Carney has the what seems to be the highest popular support of any G8 leader. His support is strong and broad-based by historical standards. That stands out. He has the opportunity to do the right thing - something different than just catering to the economy (i.e., the wishes of the wealthy)
If he would just use his juice, I reckon he'd deliver a speech like this. (He never will)
“A New Measure of Courage”
My fellow Canadians,
There comes a time in the life of a nation when we are called upon to match our principles with our actions. Not just to say what we believe, but to stand by it firmly, clearly, with no double talk and no hesitation.
For generations, Canada has told the world that we believe in dignity, fairness, and peace. That is who we are. From our peacekeepers who once wore the blue helmets of the United Nations, to our parents and grandparents who opened their doors to refugees from every corner of the earth, our story has always been one of people who try to do the right thing, even when it is hard.
Now let us be honest. For too long, we have looked at the conflict in the Middle East and hoped it might sort itself out, that peace might come with time, that maybe it was not our fight. But while we looked away, while the world hesitated, too many families have been torn apart. Too many children, Palestinian and Israeli alike, have known war before they have known peace.
And let me tell you something plain: the numbers do not lie. The scales of suffering have not been balanced. The Palestinian people, generation after generation, have borne the weight of displacement, destruction, and despair. Their voices have been muffled beneath the noise of war and the indifference of diplomacy.
Now some will tell us: “Recognize Palestine, yes, but only if they agree to this condition, and only if they surrender that right.” My friends, that is not recognition. That is control dressed up in the costume of compassion. Sovereignty means dignity. It means agency. And if we Canadians, with all our talk of freedom and fairness, cannot recognize a people on their own terms, then we have lost sight of what those words mean.
Let me be clear: Canada’s friendship with Israel remains. We will always support her right to exist in peace and security. But friendship is not flattery. A true friend does not stay silent when you wander from the path of justice. A true friend calls you back to it.
And so I say: to recognize Palestine fully, unconditionally, as the equal of any nation is not to betray our principles. It is to live up to them.

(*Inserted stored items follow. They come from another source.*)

def feature_table(model) -> dict:
    """One row per feature of ``model``: its frequency, training updates and final weights.

    Parameters
    ----------
    model : :class:`~lintext.model.Model`

    Returns
    -------
    dict of equal-length columns (NumPy arrays, except the text columns, which are lists)

        ``column`` (int), ``feature`` (text; in hashing mode the most frequent training
        n-grams that fell into the column, joined by `` | ``, when the model's
        ``info["explain"]`` has them, else ``""``), ``document_frequency`` (int),
        ``update_count``, ``abs_update_sum``, ``effective_step`` (float; NaN when the model
        has no ``feature_stats``), ``weight_norm`` (L2 norm of the ``coef`` row with its mean
        across labels removed), ``raw_weight_norm`` (of the row as stored), ``weight_mean``
        (that mean), ``max_weight`` and ``max_weight_label`` (the largest of the centred
        row's weights and its label), ``frequency_bin`` (index into :func:`frequency_bins`;
        -1 for ``df = 0``).

    In vocabulary mode there is one row per vocabulary entry, in column order; in
    hashing mode one row per column kept after the document-frequency limits.
    """
    feat = model.featurizer
    df_all = np.asarray(feat.document_frequency, dtype=np.int64)
    hashing = feat.config.hashing
    if hashing:
        columns = np.asarray(feat.used_columns, dtype=np.int64)
        names_by_column = hashed_names(model)
        names = [" | ".join(names_by_column.get(int(j), ())) for j in columns]
    else:
        columns = np.arange(len(feat.feature_names), dtype=np.int64)
        names = list(feat.feature_names)
    summary = _row_summaries(model, columns)
    best = summary["best"]
    df = df_all[columns]
    table = {
        "column": columns,
        "feature": names,
        "document_frequency": df,
    }
    stats = model.feature_stats
    for name in STAT_COLUMNS:
        if stats is not None and name in stats:
            table[name] = np.asarray(stats[name], dtype=np.float64)[columns]
        else:
            table[name] = np.full(len(columns), np.nan)
    table["weight_norm"] = summary["norm"]
    table["raw_weight_norm"] = summary["raw_norm"]
    table["weight_mean"] = summary["mean"]
    table["max_weight"] = summary["max"]
    table["max_weight_label"] = np.array(list(model.labels) + [""], dtype=object)[best].tolist()
    table["frequency_bin"] = bin_index(df)
    return table


BLOCK_ROWS = 8192  # rows of coef widened and centred at a time: a few MB, so the passes stay in cache


def _row_blocks(model, columns):
    """``(slice into columns, the rows' weights as float64)`` a block of rows at a time."""
    for start in range(0, len(columns), BLOCK_ROWS):
        part = slice(start, min(len(columns), start + BLOCK_ROWS))
        yield part, weight_rows(model, columns[part])


def _row_summaries(model, columns) -> dict:
    """Per row of ``coef`` (the rows ``columns``): mean across labels, norms of the centred and raw
    row, the centred row's largest weight and its label (``len(labels)`` for an empty model)."""
    n, k = len(columns), model.coef.shape[1]
    out = {"mean": np.zeros(n), "norm": np.zeros(n), "raw_norm": np.zeros(n), "max": np.zeros(n),
           "best": np.zeros(n, dtype=np.int64)}  # with no labels, 0 is len(labels): the label ""
    if k == 0:
        return out
    for part, raw in _row_blocks(model, columns):
        mean = raw.mean(axis=1)
        coef = centred_rows(raw, mean)
        best = coef.argmax(axis=1)
        out["mean"][part] = mean
        out["norm"][part] = np.sqrt(np.einsum("ij,ij->i", coef, coef))
        out["raw_norm"][part] = np.sqrt(np.einsum("ij,ij->i", raw, raw))
        out["best"][part] = best
        out["max"][part] = coef[np.arange(len(best)), best]
    return out


def centred_rows(coef, mean=None) -> np.ndarray:
    """``coef`` (features x labels) with each row's mean across labels removed, as float64:
    the part of each feature's weights that softmax and the multiclass hinge can see."""
    coef = np.asarray(coef, dtype=np.float64)
    if mean is None:
        mean = coef.mean(axis=1) if coef.size else np.zeros(coef.shape[0])
    return coef - np.asarray(mean)[:, None]


def size_key(values) -> np.ndarray:
    """Sizes rounded to 1e-12 for ranking and ordering, so that ties stay ties whatever rounding
    the centring left (a shifted row's centred weights differ in their last bits)."""
    return np.round(np.asarray(values, dtype=np.float64), 12)


def coef_rows(model, columns) -> np.ndarray:
    """The rows ``columns`` of ``model.coef`` as stored: ``coef`` itself when they are all of them in
    order, a view when they are a run of rows, else a copy of just those rows."""
    coef = model.coef
    columns = np.asarray(columns, dtype=np.int64)
    if len(columns) and columns[-1] - columns[0] == len(columns) - 1 and (np.diff(columns) == 1).all():
        return coef if len(columns) == coef.shape[0] else coef[columns[0]:columns[-1] + 1]
    return coef[columns]


def weight_rows(model, columns) -> np.ndarray:
    """:func:`coef_rows` as float64: no copy when they are all of the rows, in order, and already
    float64; only the rows taken are widened (a hashing model uses few of its rows)."""
    return np.asarray(coef_rows(model, columns), dtype=np.float64)


# ---------------------------------------------------------------- frequency bins


def frequency_bins(table: dict) -> list[dict]:
    """Summary of the features per log-spaced document-frequency bin.

    Parameters
    ----------
    table : the output of :func:`feature_table`.

    Returns
    -------
    list of dict, one per non-empty bin in increasing frequency, with ``bin`` (index),
    ``label`` (``"3–4"``), ``low``, ``high``, ``features`` (count), ``feature_share``,
    ``update_share`` (share of the total ``sum |Δw|``), ``median_weight_norm``,
    ``median_update`` with ``update_q25`` and ``update_q75`` (quartiles of ``sum |Δw|``),
    ``median_update_count``, ``median_effective_step`` with ``effective_step_q25`` and
    ``effective_step_q75``. Statistics the model lacks are NaN; so are the update
    statistics when no feature moved at all (L-BFGS records no gradient steps).
    """
    bins = table["frequency_bin"]
    total_features = int((bins >= 0).sum())
    updates = table["abs_update_sum"]
    total_update = float(np.nansum(updates)) if np.isfinite(updates).any() else math.nan
    rows = []
    for k in np.unique(bins[bins >= 0]):
        mask = bins == k
        lo, hi = bin_bounds(int(k))
        upd = updates[mask]
        steps = table["effective_step"][mask]
        q_upd = _quantiles(upd) if total_update > 0 else (math.nan,) * 3  # all zero: no gradient steps recorded
        q_step = _quantiles(steps)
        rows.append({
            "bin": int(k),
            "label": bin_label(int(k)),
            "low": lo,
            "high": hi,
            "features": int(mask.sum()),
            "feature_share": float(mask.sum() / total_features),
            "update_share": float(np.nansum(upd) / total_update) if total_update > 0 else math.nan,
            "median_weight_norm": float(np.median(table["weight_norm"][mask])),
            "median_update": q_upd[1],
            "update_q25": q_upd[0],
            "update_q75": q_upd[2],
            "median_update_count": _quantiles(table["update_count"][mask])[1] if total_update > 0 else math.nan,
            "median_effective_step": q_step[1],
            "effective_step_q25": q_step[0],
            "effective_step_q75": q_step[2],
        })
    return rows
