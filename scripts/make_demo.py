#!/usr/bin/env python3
"""Generate the invented demo corpus in data/demo/.

Every document is composed here from invented fragments: messages sent to the
customer desk of Hollowmere Valley Cooperative, a made-up rural water-and-power
cooperative.  Each message is routed to one of seven teams (the label).

The output is deterministic: one seeded ``random.Random`` drives everything, and
no step depends on set ordering or string hashing, so two runs with the same
arguments write byte-identical files.

    python scripts/make_demo.py [--out data/demo] [--seed N] [--documents 6000]

Standard library only.
"""

from __future__ import annotations

import argparse
import csv
import json
import random
import re
import shutil
from pathlib import Path

DEFAULT_SEED = 20261202
DEFAULT_DOCUMENTS = 6000

# Labels with their share of the corpus (largest ~30%, smallest ~3.5%).
LABELS = [
    ("billing", 0.300),
    ("outage", 0.220),
    ("meter_reading", 0.150),
    ("account_access", 0.120),
    ("new_connection", 0.100),
    ("water_quality", 0.075),
    ("tree_and_line_clearance", 0.035),
]

SPLITS = [("train", 0.8), ("dev", 0.1), ("test", 0.1)]
SAMPLE_PER_LABEL = 10

# Knobs that set how hard the task is.
MIXED_RATE = 0.075  # messages that raise two teams' topics
COIN_FLIP_SHARE = 0.35  # of those, the label is a coin flip between the two teams
VAGUE_RATE = 0.25  # messages whose core sentence carries only a faint cue
TYPO_RATE = 0.03  # per eligible word

# --------------------------------------------------------------------------
# Template mini-language
#   [a|b|c]  pick one alternative (may nest; an empty alternative is allowed)
#   {slot}   filled by a slot generator, fresh on every occurrence
# --------------------------------------------------------------------------

_CHOICE = re.compile(r"\[([^\[\]]*)\]")
_SLOT = re.compile(r"\{(\w+)\}")
_SPACE_PUNCT = re.compile(r" +([.,;:?!])")
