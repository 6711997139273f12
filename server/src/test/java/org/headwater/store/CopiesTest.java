package org.headwater.store;

import static org.assertj.core.api.Assertions.assertThat;

import com.fasterxml.jackson.databind.ObjectMapper;
import java.net.URI;
import java.net.http.HttpClient;
import java.net.http.HttpRequest;
import java.net.http.HttpResponse;
import java.nio.file.Files;
import java.nio.file.Path;
import java.time.Instant;
import org.headwater.Catalog;
import org.headwater.harvest.HarvestProgress;
import org.headwater.http.ApiServer;
import org.headwater.store.Views.DatasetSummary;
import org.headwater.testing.TestCatalogs;
import org.junit.jupiter.api.Test;
import org.junit.jupiter.api.io.TempDir;

/** A copied or renamed file is recognised as the same content as its original, by SHA-256. */
class CopiesTest {
    @TempDir
    Path temp;

    @Test
    void aCopyUnderAnotherNameIsListedAsTheSameContentAndAnEditedCopyIsNot() throws Exception {
        Path lake = Files.createDirectories(temp.resolve("lake"));
        Path original = lake.resolve("tallies.csv");
        Files.writeString(original, "plot,count\n1,14\n2,9\n");
        Path share = Files.createDirectories(lake.resolve("to_share"));
        Files.copy(original, share.resolve("tallies_for_review.csv"));
        Files.writeString(share.resolve("tallies_edited.csv"), "plot,count\n1,14\n2,10\n");
        try (Catalog catalog = TestCatalogs.fresh(temp.resolve("catalog"));
                ApiServer server = ApiServer.start(catalog, "127.0.0.1", 0)) {
            catalog.harvestFolder(lake, false, HarvestProgress.NONE);
            Instant afterFirst = Instant.now();
            long id = catalog.reader().findDatasets("tallies.csv").get(0).id();
            assertThat(catalog.reader().copiesOf(id, null)).extracting(DatasetSummary::name)
                    .containsExactly("to_share/tallies_for_review.csv");

            var body = HttpClient.newHttpClient().send(HttpRequest.newBuilder(
                    URI.create(server.url() + "api/datasets/" + id + "/copies")).build(), HttpResponse.BodyHandlers.ofString());
            assertThat(body.statusCode()).isEqualTo(200);
            assertThat(new ObjectMapper().readTree(body.body()).get(0).get("name").asText())
                    .isEqualTo("to_share/tallies_for_review.csv");

            // The copy is edited: no longer the same content now, still a copy as of before.
            Thread.sleep(5);
            Files.writeString(share.resolve("tallies_for_review.csv"), "plot,count\n1,15\n2,9\n");
            catalog.harvestFolder(lake, false, HarvestProgress.NONE);
            assertThat(catalog.reader().copiesOf(id, null)).isEmpty();
            assertThat(catalog.reader().copiesOf(id, afterFirst)).extracting(DatasetSummary::name)
                    .containsExactly("to_share/tallies_for_review.csv");
        }
    }
}
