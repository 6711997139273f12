package org.headwater.store;

import static org.assertj.core.api.Assertions.assertThat;

import java.io.IOException;
import java.nio.file.Files;
import java.nio.file.Path;
import java.util.List;
import java.util.regex.Matcher;
import java.util.regex.Pattern;
import java.util.stream.Stream;
import org.headwater.testing.TestCatalogs;
import org.headwater.testing.Workspaces;
import org.junit.jupiter.api.Test;
import org.junit.jupiter.api.io.TempDir;

class StoreTest {

    @TempDir
    Path temp;

    private static final Path MIGRATIONS = Workspaces.repoRoot().resolve("server/src/main/resources/db");

    @Test
    void theLatestMigrationConstantNamesTheNewestMigrationFile() throws IOException {
        int newest = 0;
        for (String folder : List.of("migration", "h2", "postgresql")) {
            newest = Math.max(newest, versions(folder).stream().mapToInt(Integer::intValue).max().orElse(0));
        }
        assertThat(Store.LATEST_MIGRATION).isEqualTo(Integer.toString(newest));
    }

    @Test
    void everyDatabaseFolderCarriesTheSameMigrationVersions() throws IOException {
        // Otherwise the newest version would be applied on one database and never reported by the other.
        for (StoreDialect d : StoreDialect.values()) {
            assertThat(versions(d.migrationFolder())).as(d.name()).isEqualTo(versions(StoreDialect.H2.migrationFolder()));
        }
    }

    @Test
    void everyIdentityColumnDrawsItsValuesAsThisDatabaseNeeds() {
        try (Store store = Store.open(TestCatalogs.freshStore("blocks"))) {
            java.util.Map<String, Long> caches = new java.util.TreeMap<>();
            java.util.Map<String, Long> expected = new java.util.TreeMap<>();
            for (org.jooq.Table<?> t : org.headwater.store.schema.DefaultSchema.DEFAULT_SCHEMA.getTables()) {
                if (t.getIdentity() == null) {
                    continue;
                }
                String table = t.getName().toLowerCase(java.util.Locale.ROOT);
                String column = t.getIdentity().getField().getName().toLowerCase(java.util.Locale.ROOT);
                // H2: blocks of 10,000 (V15); PostgreSQL: one value per draw, its default (PostgreSQL docs,
                // CREATE SEQUENCE, CACHE: the minimum is 1, no cache, "and this is also the default"; from memory).
                expected.put(table + "." + column, TestCatalogs.onPostgres() ? 1L : 10_000L);
                caches.put(table + "." + column, TestCatalogs.onPostgres()
                        ? store.dsl().resultQuery("select seqcache from pg_sequence where seqrelid ="
                                + " pg_get_serial_sequence(?, ?)::regclass", table, column).fetchOne(0, Long.class)
                        : store.dsl().resultQuery("select identity_cache from information_schema.columns"
                                + " where lower(table_name) = ? and lower(column_name) = ?", table, column)
                                .fetchOne(0, Long.class));
            }
            assertThat(caches).hasSize(23).isEqualTo(expected);
        }
    }

    private static List<Integer> versions(String folder) throws IOException {
        Pattern version = Pattern.compile("V(\\d+)__.*\\.sql");
        Path dir = MIGRATIONS.resolve(folder);
        if (!Files.isDirectory(dir)) {
            return List.of();
        }
        try (Stream<Path> files = Files.list(dir)) {
            return files.map(f -> version.matcher(f.getFileName().toString())).filter(Matcher::matches)
                    .map(m -> Integer.parseInt(m.group(1))).sorted().toList();
        }
    }

    @Test
    void reopeningAMigratedCatalogKeepsItsContentAndSchemaHistory() {
        StoreConfig config = TestCatalogs.persistentStore(temp);
        try (Store store = Store.open(config)) {
            store.dsl().insertInto(org.headwater.store.schema.Tables.OWNER)
                    .set(org.headwater.store.schema.Tables.OWNER.NAME, "hydro-team")
                    .set(org.headwater.store.schema.Tables.OWNER.KIND, "team").execute();
        }
        try (Store store = Store.open(config)) {
            List<String> names = store.dsl().select(org.headwater.store.schema.Tables.OWNER.NAME)
                    .from(org.headwater.store.schema.Tables.OWNER).fetch(0, String.class);
            assertThat(names).containsExactly("hydro-team");
            // Reopening must not apply migration 1 a second time.
            int applied = store.dsl().fetchCount(org.jooq.impl.DSL.table("\"flyway_schema_history\""),
                    org.jooq.impl.DSL.condition("\"version\" = '1'"));
            assertThat(applied).isEqualTo(1);
        }
    }

    @Test
    void everyMigratedColumnHasTheStandardTypeItsMigrationNames() throws Exception {
        try (Store store = Store.open(TestCatalogs.freshStore("types"))) {
            // expected: ISO/IEC 9075-11 (information_schema.columns.data_type), which H2 and PostgreSQL both
            // implement; V1 declares change_log.changed_at "timestamp with time zone", seq "bigint",
            // dataset_state.row_count_exact "boolean" and lineage_edge.confidence "double precision".
            // Plain SQL: the store renders no schema names, and information_schema is one.
            java.util.Map<String, String> types = new java.util.TreeMap<>();
            for (var r : store.dsl().resultQuery("select table_name, column_name, data_type from information_schema.columns"
                    + " where lower(table_name) in ('change_log', 'dataset_state', 'lineage_edge')").fetch()) {
                types.put((r.get(0, String.class) + "." + r.get(1, String.class)).toLowerCase(java.util.Locale.ROOT),
                        r.get(2, String.class).toLowerCase(java.util.Locale.ROOT));
            }
            assertThat(types).containsEntry("change_log.changed_at", "timestamp with time zone")
                    .containsEntry("change_log.seq", "bigint")
                    .containsEntry("dataset_state.row_count_exact", "boolean")
                    .containsEntry("lineage_edge.confidence", "double precision");
        }
    }

    @Test
    void aTimestampComesBackWithTheMicrosecondsItWasWrittenWith() {
        try (Store store = Store.open(TestCatalogs.freshStore("micros"))) {
            // expected: PostgreSQL docs, "Date/Time Types": timestamps have a resolution of 1 microsecond;
            // the ingestion path truncates to microseconds so that H2 (nanoseconds) keeps the same value.
            var t = java.time.OffsetDateTime.parse("2026-03-04T05:06:07.123456Z");
            long id = store.dsl().insertInto(org.headwater.store.schema.Tables.SOURCE)
                    .set(org.headwater.store.schema.Tables.SOURCE.NAME, "tidepool")
                    .set(org.headwater.store.schema.Tables.SOURCE.KIND, "folder")
                    .set(org.headwater.store.schema.Tables.SOURCE.ROOT_URI, "file:///srv/tidepool/")
                    .set(org.headwater.store.schema.Tables.SOURCE.CREATED_AT, t)
                    .returningResult(org.headwater.store.schema.Tables.SOURCE.ID).fetchOne().value1();
            var back = store.dsl().select(org.headwater.store.schema.Tables.SOURCE.CREATED_AT)
                    .from(org.headwater.store.schema.Tables.SOURCE)
                    .where(org.headwater.store.schema.Tables.SOURCE.ID.eq(id)).fetchOne().value1();
            assertThat(back.toInstant()).isEqualTo(t.toInstant());
        }
    }

    @Test
    void anUnsupportedStoreUrlIsRefusedWithTheUrlsThatWork() {
        assertThat(org.junit.jupiter.api.Assertions.assertThrows(StoreException.class,
                () -> Store.open(new StoreConfig("jdbc:sqlite:/tmp/x.db?password=hunter2", "u", "p"))))
                .hasMessageContaining("jdbc:postgresql://HOST:PORT/DATABASE")
                .hasMessageNotContaining("hunter2");
    }
}
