package org.headwater.harvest.objectstore;

import static org.assertj.core.api.Assertions.assertThat;
import static org.headwater.testing.DatasetLookup.columns;
import static org.headwater.testing.DatasetLookup.dataset;
import static org.headwater.testing.DatasetLookup.datasetNames;

import java.net.URI;
import java.net.http.HttpClient;
import java.net.http.HttpRequest;
import java.net.http.HttpResponse;
import java.nio.charset.StandardCharsets;
import java.nio.file.Files;
import java.nio.file.Path;
import java.time.Clock;
import java.util.List;
import org.headwater.Catalog;
import org.headwater.cli.Main;
import org.headwater.http.ApiServer;
import org.headwater.store.StoreConfig;
import org.headwater.testing.Cli;
import org.headwater.testing.S3TestServer;
import org.junit.jupiter.api.AfterEach;
import org.junit.jupiter.api.BeforeEach;
import org.junit.jupiter.api.Test;
import org.junit.jupiter.api.io.TempDir;

/**
 * A store that refuses a bucket or an object ({@code 403 AccessDenied}, answered over HTTP by the in-process
 * S3 server) fails that source or that object alone, says so on the harvest record, in the CLI and the API,
 * and leaves what the catalog knew of it as it was. Credentials come from the SDK's default provider chain
 * (its system-property step), as a deployment's would.
 */
class AccessDeniedTest {
    @TempDir
    Path temp;

    private S3TestServer server;
    private String previousKey;
    private String previousSecret;

    @BeforeEach
    void start() throws Exception {
        server = S3TestServer.start();
        server.createBucket("reef-counts");
        server.put("reef-counts", "surveys/transects.csv", "transect,fish,coral_pct\nT1,41,62.5\nT2,17,40.0\n"
                .getBytes(StandardCharsets.UTF_8));
        server.put("reef-counts", "surveys/divers.json", "[{\"diver\": \"d-03\", \"dives\": 12}]"
                .getBytes(StandardCharsets.UTF_8));
        server.createBucket("reef-open");
        server.put("reef-open", "tides.csv", "day,high_m\n1,2.4\n".getBytes(StandardCharsets.UTF_8));
        // The SDK's DefaultCredentialsProvider looks at these system properties first (AWS SDK for Java 2.x
        // developer guide, "Default credentials provider chain").
        previousKey = System.setProperty("aws.accessKeyId", S3TestServer.ACCESS_KEY);
        previousSecret = System.setProperty("aws.secretAccessKey", S3TestServer.SECRET_KEY);
    }

    @AfterEach
    void stop() {
        restore("aws.accessKeyId", previousKey);
        restore("aws.secretAccessKey", previousSecret);
        if (server != null) {
            server.close();
        }
    }

    @Test
    void aDeniedBucketFailsItsSourceAloneWithTheStoresCodeAndKeepsWhatWasKnown() throws Exception {
        Path dataDir = temp.resolve("catalog");
        Path sources = sourcesFile();
        assertThat(Cli.run("harvest", "--config", sources.toString(), "--data-dir", dataDir.toString()).exit())
                .isEqualTo(Main.OK);
        String root = server.endpoint() + "/reef-counts/surveys/";
        List<String> before;
        try (Catalog catalog = open(dataDir)) {
            before = datasetNames(catalog, root);
            assertThat(before).containsExactly("divers.json", "transects.csv");
        }

        server.deny("reef-counts");
        var run = Cli.run("harvest", "--config", sources.toString(), "--data-dir", dataDir.toString());

        // expected: Amazon S3 API Reference, "Error responses": AccessDenied is the code of a 403 refusal.
        assertThat(run.exit()).isEqualTo(Main.PROBLEMS);
        assertThat(run.out()).contains("counts (s3): FAILED (harvest ")
                .contains("s3://reef-counts/surveys/ at " + server.endpoint()
                        + ": access denied: the credentials may not list or read this prefix [AccessDenied]")
                .contains("open (s3): 1 files");
        try (Catalog catalog = open(dataDir)) {
            // Nothing of the refused source was ended or changed: same datasets, still present, same columns.
            assertThat(datasetNames(catalog, root)).isEqualTo(before);
            assertThat(dataset(catalog, root + "transects.csv").present()).isTrue();
            assertThat(columns(dataset(catalog, root + "transects.csv")))
                    .containsExactly("transect text", "fish integer", "coral_pct decimal");
            var failed = catalog.reader().harvests(10).stream().filter(h -> h.source().equals("counts")
                    && h.status().equals("failed")).findFirst().orElseThrow();
            var record = catalog.reader().harvest(failed.id()).orElseThrow();
            assertThat(record.errorList()).extracting(e -> e.kind()).containsExactly("harvest_failed");
            assertThat(record.errorList().get(0).message()).endsWith("[AccessDenied]");
            try (ApiServer api = ApiServer.start(catalog, "127.0.0.1", 0)) {
                HttpResponse<String> answer = HttpClient.newHttpClient().send(HttpRequest.newBuilder(
                        URI.create(api.url() + "api/harvests/" + failed.id())).build(), HttpResponse.BodyHandlers.ofString());
                assertThat(answer.statusCode()).isEqualTo(200);
                assertThat(answer.body()).contains("\"status\":\"failed\"").contains("[AccessDenied]");
            }
        }
    }

    @Test
    void aDeniedObjectIsAnErrorOfThatObjectWhileTheRestOfTheBucketIsHarvested() throws Exception {
        Path dataDir = temp.resolve("catalog");
        Path sources = sourcesFile();
        server.put("reef-counts", "surveys/permits.csv", "permit,holder\nP-1,station 4\n".getBytes(StandardCharsets.UTF_8));
        server.deny("reef-counts/surveys/permits.csv");

        var run = Cli.run("harvest", "--config", sources.toString(), "--data-dir", dataDir.toString());

        assertThat(run.exit()).isEqualTo(Main.PROBLEMS);
        assertThat(run.out()).contains("counts (s3): 3 files").contains("1 errors");
        String root = server.endpoint() + "/reef-counts/surveys/";
        try (Catalog catalog = open(dataDir)) {
            assertThat(columns(dataset(catalog, root + "transects.csv")))
                    .containsExactly("transect text", "fish integer", "coral_pct decimal");
            var permits = dataset(catalog, root + "permits.csv");
            assertThat(permits.error()).contains("[AccessDenied]");
            assertThat(permits.columns()).isEmpty();
        }
    }

    private Path sourcesFile() throws Exception {
        Path file = temp.resolve("sources.yaml");
        Files.writeString(file, """
                sources:
                  - name: counts
                    kind: s3
                    url: s3://reef-counts/surveys/
                    endpoint: %1$s
                    path-style: true
                  - name: open
                    kind: s3
                    url: s3://reef-open/
                    endpoint: %1$s
                    path-style: true
                """.formatted(server.endpoint()));
        return file;
    }

    private static Catalog open(Path dataDir) {
        return Catalog.open(dataDir, StoreConfig.embedded(dataDir.toAbsolutePath().normalize()), Clock.systemUTC());
    }

    private static void restore(String property, String previous) {
        if (previous == null) {
            System.clearProperty(property);
        } else {
            System.setProperty(property, previous);
        }
    }
}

Now I know some are afraid. They say it will cost us influence, or friends, or dollars. But let me tell you, Canada has always been at its best when we chose principle over convenience. From standing against apartheid in South Africa, to welcoming the Vietnamese boat people, to fighting side by side against fascism in the last great war, we have never been diminished by choosing justice. We have been strengthened by it.
And what about us, here at home? What can we do, ordinary folks in small towns and big cities? We can raise our voices. We can remind our leaders that a policy without compassion is no policy at all. We can show, by the way we live, by the way we spend, by the way we talk to our neighbours, that peace is not a dream. It is the daily work of decent people.
My friends, history does not wait politely for us to be ready. It moves on, with or without us. The question before us is simple: will Canada be remembered as a country that whispered its principles in private, or one that proclaimed them boldly in public?
I believe we are still the Canada of Lester Pearson’s Nobel Peace Prize, the Canada that stood with Mandela, the Canada that ordinary people around the world still look to for fairness.
And I believe that if we act now, clear-eyed, compassionate, and courageous, we can help light the way to a future where two nations live side by side, equal in dignity, equal in sovereignty, equal in hope.
That future is not someone else’s responsibility. It is ours. It is Canada’s. And it is time we claimed it."